Die aktuelle Version 10.1 der Compilersammlung GCC ist erschienen(öffnet im neuen Fenster) . Das Entwicklerteam stellt seinen Nutzern mit der Option -fanalyzer erstmals eine neue statische Code-Analyse zur Verfügung, die laut der Ankündigung allerdings noch als experimentelle Funktion angesehen werden sollte. Das Werkzeug hat sich jedoch bereits in der Praxis bewährt.

So haben die Entwickler der Verschlüsselungsbibliothek OpenSSL damit einen Fehler gefunden , der in bestimmten Situationen genutzt werden kann, um eine Software abstürzen zu lassen. Interessant daran ist vor allem, dass OpenSSL inzwischen eigentlich als besonders gut überprüft und untersucht gilt. Dass die neue GCC-Funktion also dennoch einen vorhandenen Fehler aufgefunden hat, spricht für die Fähigkeiten der Code-Analyse. Der Red-Hat-Entwickler David Malcom hat die Funktion vor kurzem in einem ausführlichen Blogbeitrag erklärt(öffnet im neuen Fenster) .

Zu GCC neu hinzugekommen ist außerdem die Unterstützung für die OpenACC-Spezifikation in Version 2.6 sowie Verbesserungen für OpenMP 5.0. Beide dieser Implementierungen in GCC unterstützen nun außerdem das sogenannte Offloading für AMDs Radeon-GPUs. Zunächst ist das beschränkt auf die Fiji- und Vega-Modelle.

Die Compilersammlung unterstützt außerdem eBPF , eine mittlerweile fast universell einsetzbare virtuelle Maschine (VM) im Linux-Kernel. Die dient offenbar der Umsetzung für eine moderne Implementierung von Dtrace durch Oracle.

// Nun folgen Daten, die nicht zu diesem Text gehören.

/** A seeded virtual exciter and its receiver. */
export interface VirtualExciter {
  readonly model: ExciterModel;
  /** Sample rate of the I/Q blocks, Hz. */
  readonly sampleRate: number;
  /** Delay of the output relative to the input, samples. */
  readonly latencySamples: number;
  /**
   * Runs one block. `i`, `q` in full-scale units; writes the receiver's complex baseband into
   * `outRe`, `outIm` (full-scale units: an ideal device gives `I + jQ` back, delayed). Processes
   * `min` of the four lengths; allocation-free; output independent of how the stream is cut into
   * blocks; never emits NaN (non-finite input samples are read as 0). The output is delayed by
   * {@link VirtualExciter.latencySamples} samples. Method: the sampled chain of the file comment —
   * TPDF-dithered quantisation (common practice, no source), a 64-tap least-squares FIR for the
   * anti-imaging low-pass and skew (Parks & Burrus 1987 §3.2, from memory), the coupling high-pass by
   * the prewarped bilinear transform, and the four-phase mixer's widely-linear combination
   * `z = α·x̃_I + β·x̃_Q + κ` (response.ts), plus the receiver's complex noise at `floorDbc` dBc/Hz.
   * @param i I samples, full-scale units (1.0 = the peak of a 0 dBFS sine).
   * @param q Q samples, full-scale units.
   * @param outRe real part of the receiver's baseband, relative to the tuned LO harmonic, full-scale units.
   * @param outIm imaginary part, full-scale units.
   * @throws never
   */
  process(i: Float32Array, q: Float32Array, outRe: Float32Array, outIm: Float32Array): void;
  /**
   * Clears filter states to silence and restarts the dither, converter and receiver noise sequences
   * from the seed (allocates a little: not for the audio path).
   * @throws never
   */
  reset(): void;
  /**
   * An independent copy in the same state (filter histories and noise generator position): both
   * continue bit-identically. Allocates.
   * @throws never
   */
  clone(): VirtualExciter;
  /**
   * Noiseless steady-state response to an ideal I/Q tone at `toneHz` (negative = lower sideband)
   * and `toneAmplitude` (full scale 1), with `trims` applied digitally before the exciter
   * (DESIGN.md §4): wanted level in dBFS, unwanted and carrier in dBc, at the LO fundamental.
   * Analytic and fast (for Monte Carlo and calibration benches). Ignores the converter, dither and
   * receiver noise; the analog filters are the exact analog responses, not the sampled FIR that
   * `process` runs. Method: {@link toneResponse} (four-phase mixer Fourier analysis, image rejection
   * per K. Schmidt, QEX Aug 1994 §2). Levels are floored at −300 dB; a zero `toneAmplitude` gives NaN
   * for the dBc figures. The tone frequency is not checked against Nyquist.
   * @param toneHz tone frequency, Hz, signed (negative = lower sideband).
   * @param trims DESIGN.md §4 units: gainDb dB, phaseDeg degrees, skewSamples samples at this
   *   exciter's sample rate, dcI/dcQ full-scale units.
   * @param toneAmplitude peak amplitude of the I/Q tone, full-scale units (default 1 = 0 dBFS).
   * @throws {OrthotoneError} INVALID_ARGUMENT when `toneHz` or `toneAmplitude` is not finite, or a
   *   trim is non-finite or out of range (`validateTrims`).
   */
  response(
    toneHz: number,
    trims: Partial<Trims>,
    toneAmplitude?: number,
  ): { wantedDbfs: number; unwantedDbc: number; carrierDbc: number };
  /**
   * Response at LO harmonic `n`: the component at +toneHz and at −toneHz around n·f_LO and the
   * carrier leak there, each relative to the wanted tone at the fundamental, dBc (floored at −300 dB).
   * Noiseless and analytic like {@link VirtualExciter.response}. Method: the 25%-duty switching
   * functions' Fourier series `c_n = (2/(nπ))·sin(nπ/4)` (response.ts; e.g. the 3rd harmonic, −9.54 dB,
   * carries the opposite sideband, the 5th the same; multiples of 4 are nulls, −300 dBc).
   * @param toneHz tone frequency, Hz, signed (negative = lower sideband).
   * @param n LO harmonic, a whole number 1…15.
   * @param trims DESIGN.md §4 units (default none).
   * @param toneAmplitude peak amplitude, full-scale units (default 1).
   * @throws {OrthotoneError} INVALID_ARGUMENT when `n` is not a whole number 1…15, `toneHz` or
   *   `toneAmplitude` is not finite, or a trim is out of range.
   */
  harmonicResponse(
    toneHz: number,
    n: number,
    trims?: Partial<Trims>,
    toneAmplitude?: number,
  ): { sameSideDbc: number; oppositeSideDbc: number; carrierDbc: number };
}

/** Defaults for {@link VirtualExciterOptions} (sampleRate and seed are required). */
export const DEFAULT_EXCITER_OPTIONS = Object.freeze({ floorDbc: -130, harmonic: 1 });

const TAPS = 64;
const BULK = 24;

/**
 * Least-squares real FIR of `TAPS` taps fitted to `target(f)` on a grid over 0…0.45·fs.
 * Solves the normal equations by Cholesky with a tiny ridge (the band-limited Gram matrix is
 * nearly singular in the unconstrained band).
 */
function fitFir(target: (hz: number) => [number, number], fs: number): Float64Array {
  const K = 480;
  const A = new Float64Array(TAPS * TAPS);
  const b = new Float64Array(TAPS);
  const r = new Float64Array(2 * TAPS);
  for (let k = 0; k <= K; k++) {
    const hz = (0.45 * fs * k) / K;
    const w = (2 * Math.PI * hz) / fs;
    const wt = k === 0 || k === K ? 0.5 : 1;
    for (let d = 0; d < TAPS; d++) r[d]! += wt * Math.cos(w * d);
    const [tr, ti] = target(hz);
    for (let m = 0; m < TAPS; m++) b[m]! += wt * (tr * Math.cos(w * m) - ti * Math.sin(w * m));
  }
  for (let m = 0; m < TAPS; m++) for (let n = 0; n < TAPS; n++) A[m * TAPS + n] = r[Math.abs(m - n)]!;
  const ridge = 1e-10 * A[0]!;
  for (let m = 0; m < TAPS; m++) A[m * TAPS + m]! += ridge;
  // Cholesky A = L·Lᵀ in place (lower triangle).
  for (let j = 0; j < TAPS; j++) {
    let s = A[j * TAPS + j]!;
    for (let k = 0; k < j; k++) s -= A[j * TAPS + k]! ** 2;
    const d = Math.sqrt(s);
    A[j * TAPS + j] = d;
    for (let i = j + 1; i < TAPS; i++) {
      let t = A[i * TAPS + j]!;
      for (let k = 0; k < j; k++) t -= A[i * TAPS + k]! * A[j * TAPS + k]!;
      A[i * TAPS + j] = t / d;
    }
  }
  const y = new Float64Array(TAPS);
  for (let i = 0; i < TAPS; i++) {
    let t = b[i]!;
    for (let k = 0; k < i; k++) t -= A[i * TAPS + k]! * y[k]!;
    y[i] = t / A[i * TAPS + i]!;
  }
  const h = new Float64Array(TAPS);
  for (let i = TAPS - 1; i >= 0; i--) {
    let t = y[i]!;
    for (let k = i + 1; k < TAPS; k++) t -= A[k * TAPS + i]! * h[k]!;
    h[i] = t / A[i * TAPS + i]!;
  }
  return h;
}

/**
 * The channel FIR: the first-order anti-imaging low-pass (corner `antiImagingLowPassHz`, Hz) times the
 * channel's delay (a bulk 24 samples, plus `skewSeconds` for Q), fitted as a 64-tap least-squares FIR
 * over 0 … 0.45·`sampleRate` (least-squares frequency-domain fit by the normal equations, common
 * practice, no source).
 * @param channel 0 = I, 1 = Q.
 * @param sampleRate Hz.
 * @returns 64 taps (dimensionless).
 * @throws never (the model is not re-validated; non-finite fields give NaN taps).
 */
export function designChannelFir(model: ExciterModel, channel: 0 | 1, sampleRate: number): Float64Array {
  const fl = model.antiImagingLowPassHz[channel];
  const delay = BULK / sampleRate + (channel === 1 ? model.skewSeconds : 0);
  return fitFir((hz) => {
    let re = 1;
    let im = 0;
    if (Number.isFinite(fl)) {
      const x = hz / fl;
      re = 1 / (1 + x * x);
      im = -x / (1 + x * x);
    }
    const th = -2 * Math.PI * hz * delay;
    return [re * Math.cos(th) - im * Math.sin(th), re * Math.sin(th) + im * Math.cos(th)];
  }, sampleRate);
}

interface State {
  histI: Float64Array;
  histQ: Float64Array;
  pos: number;
  hpI: [number, number];
  hpQ: [number, number];
  rng: Rng;
}

/**
 * Creates a virtual exciter for a device model.
 * @param model the device (e.g. from {@link drawDevice}).
 * @param options `sampleRate` and `seed` required; `floorDbc` (dBc/Hz, default −130) and
 *   `harmonic` (default 1) optional.
 * @throws {OrthotoneError} INVALID_ARGUMENT for a bad model or option.
 * Reference: see model.ts and response.ts; least-squares FIR design (T. W. Parks & C. S. Burrus,
 * Digital Filter Design, Wiley 1987, §3.2, from memory); bilinear transform with prewarping.
 * @example
 * ```ts
 * import { createAnalyzer, createVirtualExciter, homebrewBenchDevice } from 'orthotone';
 *
 * // An invented bench: a hand-built exciter near 34 dB carrier and 44 dB sideband suppression.
 * const exciter = createVirtualExciter(homebrewBenchDevice(), { sampleRate: 48000, seed: 1 });
 * const analyzer = createAnalyzer(exciter, { seed: 2 });
 * console.log(analyzer.readSideband(1000, {}).toFixed(1), 'dBc unwanted sideband at zero trims');
 * ```
 */
export function createVirtualExciter(
  model: ExciterModel,
  options: Partial<VirtualExciterOptions> & { sampleRate: number; seed: number },
): VirtualExciter {
  validateModel(model);
  const fs = requireSampleRate(options?.sampleRate);
  const seed = requireFinite('seed', options.seed);
  const floorDbc = options.floorDbc ?? DEFAULT_EXCITER_OPTIONS.floorDbc;
  if (floorDbc !== Number.NEGATIVE_INFINITY) requireRange('floorDbc', floorDbc, -250, 0, 'dBc/Hz');
  const harmonic = requireInteger('harmonic', options.harmonic ?? DEFAULT_EXCITER_OPTIONS.harmonic, 1, 15);
  const hi = designChannelFir(model, 0, fs);
  const hq = designChannelFir(model, 1, fs);
  const { alpha, beta, kappa } = mixerCoefficients(model, harmonic);
  const hpCoef = (fc: number): [number, number] => {
    if (!(fc > 0)) return [1, 0];
    const wc = 2 * Math.PI * fc;
    const k = wc / Math.tan(wc / fs / 2);
    return [k / (k + wc), (k - wc) / (k + wc)];
  };
  const [bI, aI] = hpCoef(model.couplingHighPassHz[0]);
  const [bQ, aQ] = hpCoef(model.couplingHighPassHz[1]);
  const useHpI = model.couplingHighPassHz[0] > 0;
  const useHpQ = model.couplingHighPassHz[1] > 0;
  const gI = model.codecGain[0];
  const gQ = model.codecGain[1];
  const quant = model.converterBits < 32;
  const lsbScale = 2 ** (model.converterBits - 1);
  const convSigma = Number.isFinite(model.converterNoiseDbfs)
    ? Math.sqrt(0.5 * 10 ** (model.converterNoiseDbfs / 10))
    : 0;
  // Complex receiver noise of density N0 (per Hz, relative to a full-scale tone): σ² per part = N0·fs/2.
  const rxSigma = Number.isFinite(floorDbc) ? Math.sqrt((10 ** (floorDbc / 10) * fs) / 2) : 0;

  const fresh = (): State => ({
    histI: new Float64Array(2 * TAPS),
    histQ: new Float64Array(2 * TAPS),
    pos: 0,
    hpI: [0, 0],
    hpQ: [0, 0],
    rng: createRng(seed),
  });

  const build = (st: State): VirtualExciter => {
    const convert = (x: number): number => {
      let v = Number.isFinite(x) ? x : 0;
      if (quant) {
        const d = st.rng.uniform() - st.rng.uniform();
        v = Math.round(v * lsbScale + d) / lsbScale;
        if (v > 1 - 1 / lsbScale) v = 1 - 1 / lsbScale;
        else if (v < -1) v = -1;
      }
      if (convSigma > 0) v += convSigma * st.rng.normal();
      return v;
    };
    const ex: VirtualExciter = {
      model,
      sampleRate: fs,
      latencySamples: BULK,
      process(i, q, outRe, outIm) {
        const n = Math.min(i.length, q.length, outRe.length, outIm.length);
        const { histI, histQ } = st;
        for (let s = 0; s < n; s++) {
          const xi = convert(i[s]!);
          const xq = convert(q[s]!);
          // Newest sample at index pos and pos+TAPS; taps read histX[pos + k] = x[n − k].
          st.pos = st.pos === 0 ? TAPS - 1 : st.pos - 1;
          const p = st.pos;
          histI[p] = xi;
          histI[p + TAPS] = xi;
          histQ[p] = xq;
          histQ[p + TAPS] = xq;
          let fi = 0;
          let fq = 0;
          for (let k = 0; k < TAPS; k++) {
            fi += hi[k]! * histI[p + k]!;
            fq += hq[k]! * histQ[p + k]!;
          }
          if (useHpI) {
            let y = bI * (fi - st.hpI[0]) + aI * st.hpI[1];
            if (Math.abs(y) < 1e-30) y = 0;
            st.hpI[0] = fi;
            st.hpI[1] = y;
            fi = y;
          }
          if (useHpQ) {
            let y = bQ * (fq - st.hpQ[0]) + aQ * st.hpQ[1];
            if (Math.abs(y) < 1e-30) y = 0;
            st.hpQ[0] = fq;
            st.hpQ[1] = y;
            fq = y;
          }
          fi *= gI;
          fq *= gQ;
          let re = alpha.re * fi + beta.re * fq + kappa.re;
          let im = alpha.im * fi + beta.im * fq + kappa.im;
          if (rxSigma > 0) {
            re += rxSigma * st.rng.normal();
            im += rxSigma * st.rng.normal();
          }
          outRe[s] = re;
          outIm[s] = im;
        }
      },
      reset() {
        const f = fresh();
        st.histI.fill(0);
        st.histQ.fill(0);
        st.pos = 0;
        st.hpI = [0, 0];
        st.hpQ = [0, 0];
        st.rng = f.rng;
      },
      clone() {
        return build({
          histI: Float64Array.from(st.histI),
          histQ: Float64Array.from(st.histQ),
          pos: st.pos,
          hpI: [st.hpI[0], st.hpI[1]],
          hpQ: [st.hpQ[0], st.hpQ[1]],
          rng: createRng(seed, st.rng.state()),
        });
      },
      response(toneHz, trims, toneAmplitude = 1) {
        return responseLevels(toneResponse(model, toneHz, trims, toneAmplitude, fs, 1));
      },
      harmonicResponse(toneHz, n, trims = {}, toneAmplitude = 1) {
        const ref = toneResponse(model, toneHz, trims, toneAmplitude, fs, 1);
        const h = toneResponse(model, toneHz, trims, toneAmplitude, fs, n);
        const w = Math.hypot(ref.wanted.re, ref.wanted.im);
        const db = (c: { re: number; im: number }): number =>
          Math.max(-300, 20 * Math.log10(Math.hypot(c.re, c.im) / w));
        return { sameSideDbc: db(h.wanted), oppositeSideDbc: db(h.unwanted), carrierDbc: db(h.carrier) };
      },
    };
    return ex;
  };
  return build(fresh());
}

Die aktuelle Version von GCC unterstützt zudem eine Reihe neuer CPUs, darunter finden sich Cortex-Kerne von ARM sowie auch Marvells ThunderX3 oder die Intel-Chips der Cooperlake- und Tigerlake-Generation. Wie üblich haben die Entwickler den Sprachsupport erweitert, so etwa für den kommenden C-Standard C2X, der im kommenden Jahr verabschiedet werden soll, oder auch für C++20. Weitere Neuerungen listen die Release Notes(öffnet im neuen Fenster) .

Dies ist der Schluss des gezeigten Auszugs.